The complex is a feat of monumentalism, spread over a hundred acres in the heart of the capital city of India’s most populous state, Uttar Pradesh. Made in marble and a sandstone reminiscent of great seats of power – such as Delhi’s South Block or the Red Fort – the park is composed of vast open spaces dotted with bronze fountains, Ashokan columns, urns, friezes and stupa-like edifices. An alley of 124 monumental elephants, evoking the avenues of ram-headed sphinxes in Egypt’s Karnak and Luxor, leads to a massive inclined plane that is flanked by two tall statues of Mayawati, the former Uttar Pradesh chief minister and head of Bahujan Samaj Party (BSP), and her mentor Kanshi Ram, both holding sheaves of wheat.

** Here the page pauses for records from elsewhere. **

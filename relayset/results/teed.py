"""Results of a three-terminal (teed) line's reach study and zone 1/zone 2 settings."""

from __future__ import annotations

from dataclasses import dataclass
from typing import Any

from relayset.results.serialize import cplx
from relayset.results.settings import Check, SettingsResult
from relayset.results.verification import AcceptedDeviation


def deviation_name(check_id: str) -> str:
    """How ``[[deviations]]`` names a teed check, "zone.check_id" like a two-ended one: the
    check's zone (the first word of its id) and the rest of the id,
    ``zone2_short_of_next_zone1`` -> ``zone2.short_of_next_zone1``."""
    zone, _, rest = check_id.partition("_")
    return f"{zone}.{rest}"


@dataclass(frozen=True)
class TeedApparent:
    """What a relay measures for bolted faults at one remote terminal, one infeed state.

    Reaches are along the relay's line angle, Re(Z exp(-j theta1)) [ohm], over the fault
    types of the reach study, their meant loops and the source cases.
    """

    remote: str  #: the faulted remote terminal
    infeed: bool  #: the third terminal's source in (True) or disconnected (False)
    min_ohm: float
    max_ohm: float
    min_case: str  #: fault type, loop and source case of the smallest
    max_case: str
    min_z_ohm: complex = 0j  #: the apparent impedance of the smallest case [ohm]
    max_z_ohm: complex = 0j  #: and of the largest [ohm]

    def to_dict(self) -> dict[str, Any]:
        return {"remote": self.remote, "infeed": self.infeed, "min_ohm": self.min_ohm,
                "max_ohm": self.max_ohm, "min_case": self.min_case,
                "max_case": self.max_case, "min_z_ohm": cplx(self.min_z_ohm),
                "max_z_ohm": cplx(self.max_z_ohm)}


@dataclass(frozen=True)
class TeedEndSettings:
    """Zone 1 and zone 2 of the relay at one end of a teed line."""

    end: str
    apparent: tuple[TeedApparent, ...]
    tee_ohm: float  #: Z1 from this end to the tee along the line angle [ohm]
    zone1_pct: float  #: of the nearest remote terminal's apparent impedance without infeed
    zone1_ohm: complex  #: reach at the line angle [ohm]
    zone1_rule: str
    zone2_ohm: complex
    zone2_rule: str
    checks: tuple[Check, ...]  #: the setting rules' (relayset.settings.teed)
    zone1_secondary_ohm: complex = 0j  #: through this end's CT and VT ratios [ohm]
    zone2_secondary_ohm: complex = 0j
    #: the fault simulation's (relayset.studies.verification.teed)
    verification_checks: tuple[Check, ...] = ()
    #: zone 1 and zone 2 as set, the characteristic of each (mho or quadrilateral, the
    #: philosophy's shape), k0, the load check and, with a relay profile, the settable
    #: values: the two-ended settings' results type (their zones' own checks are in
    #: ``checks``, ids prefixed by the zone)
    settings: SettingsResult | None = None

    @property
    def all_checks(self) -> tuple[Check, ...]:
        """The setting rules' checks, then the fault simulation's."""
        return self.checks + self.verification_checks

    def to_dict(self) -> dict[str, Any]:
        return {"end": self.end,
                "zone1_secondary_ohm": cplx(self.zone1_secondary_ohm),
                "zone2_secondary_ohm": cplx(self.zone2_secondary_ohm),
                "apparent": [a.to_dict() for a in self.apparent],
                "tee_ohm": self.tee_ohm, "zone1_pct": self.zone1_pct,
                "zone1_ohm": cplx(self.zone1_ohm), "zone1_rule": self.zone1_rule,
                "zone2_ohm": cplx(self.zone2_ohm), "zone2_rule": self.zone2_rule,
                "checks": [_check(c) for c in self.checks],
                "verification_checks": [_check(c) for c in self.verification_checks]} | (
                    {} if self.settings is None else {"settings": self.settings.to_dict()})


def _check(c: Check) -> dict[str, Any]:
    return {"check_id": c.check_id, "passed": c.passed, "detail": c.detail} | (
        {} if c.judged else {"judged": False})


@dataclass(frozen=True)
class TeedStudyResult:
    """The teed line's reach study, the zones of every relay end and their verification."""

    buses: tuple[str, str, str]  #: from, to, third substation
    tee_distance_m: float
    branch_length_m: float
    z1_set_ohm: complex
    k0_set: complex
    ends: tuple[TeedEndSettings, ...]
    assumptions: tuple[str, ...]
    #: per leg (from, to, third substation to the tee): (length [m], Z1 [ohm], Z0 [ohm]),
    #: sequence impedances of the leg's series matrix as built (Fortescue)
    legs: tuple[tuple[float, complex, complex], ...]
    #: "verified", "verified with accepted deviations" or "failed checks"
    #: (relayset.results.verification.VERDICTS), over the setting rules' and the fault
    #: simulation's checks of every end
    verification: str
    #: failed checks the study accepts (``[[deviations]]``, named by
    #: :func:`deviation_name`): not counted as failed
    deviations: tuple[AcceptedDeviation, ...] = ()

    def accepted(self, end: str, check_id: str) -> AcceptedDeviation | None:
        """The accepted deviation of a failed check at ``end`` (None: not accepted)."""
        name = deviation_name(check_id)
        return next((a for a in self.deviations if a.end == end and a.check == name), None)

    def to_dict(self) -> dict[str, Any]:
        return {"buses": list(self.buses), "tee_distance_m": self.tee_distance_m,
                "branch_length_m": self.branch_length_m, "z1_set_ohm": cplx(self.z1_set_ohm),
                "k0_set": cplx(self.k0_set), "ends": [e.to_dict() for e in self.ends],
                "legs": [{"bus": b, "length_m": ln, "z1_ohm": cplx(z1), "z0_ohm": cplx(z0)}
                         for b, (ln, z1, z0) in zip(self.buses, self.legs, strict=True)],
                "assumptions": list(self.assumptions), "verification": self.verification,
                "accepted_deviations": [a.to_dict() for a in self.deviations]}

Elephant alley at the Ambedkar Memorial Park | Photo: Gilles Verniers

In various cities across the world, statues of figures from the past are being hauled down during protests for racial equality. In Bristol, United Kingdom, a crowd toppled the statue of Edward Colston, a 17th-century merchant who built himself a reputation as a philanthropist on the back of his slave trade fortune. In the United States, various statues of Confederate leaders and explorer Christopher Columbus have been torn down or defaced. In Belgium, several local authorities have voted for the removal of statues of King Leopold II, architect of Belgium’s viciously exploitative colonial enterprise in Congo.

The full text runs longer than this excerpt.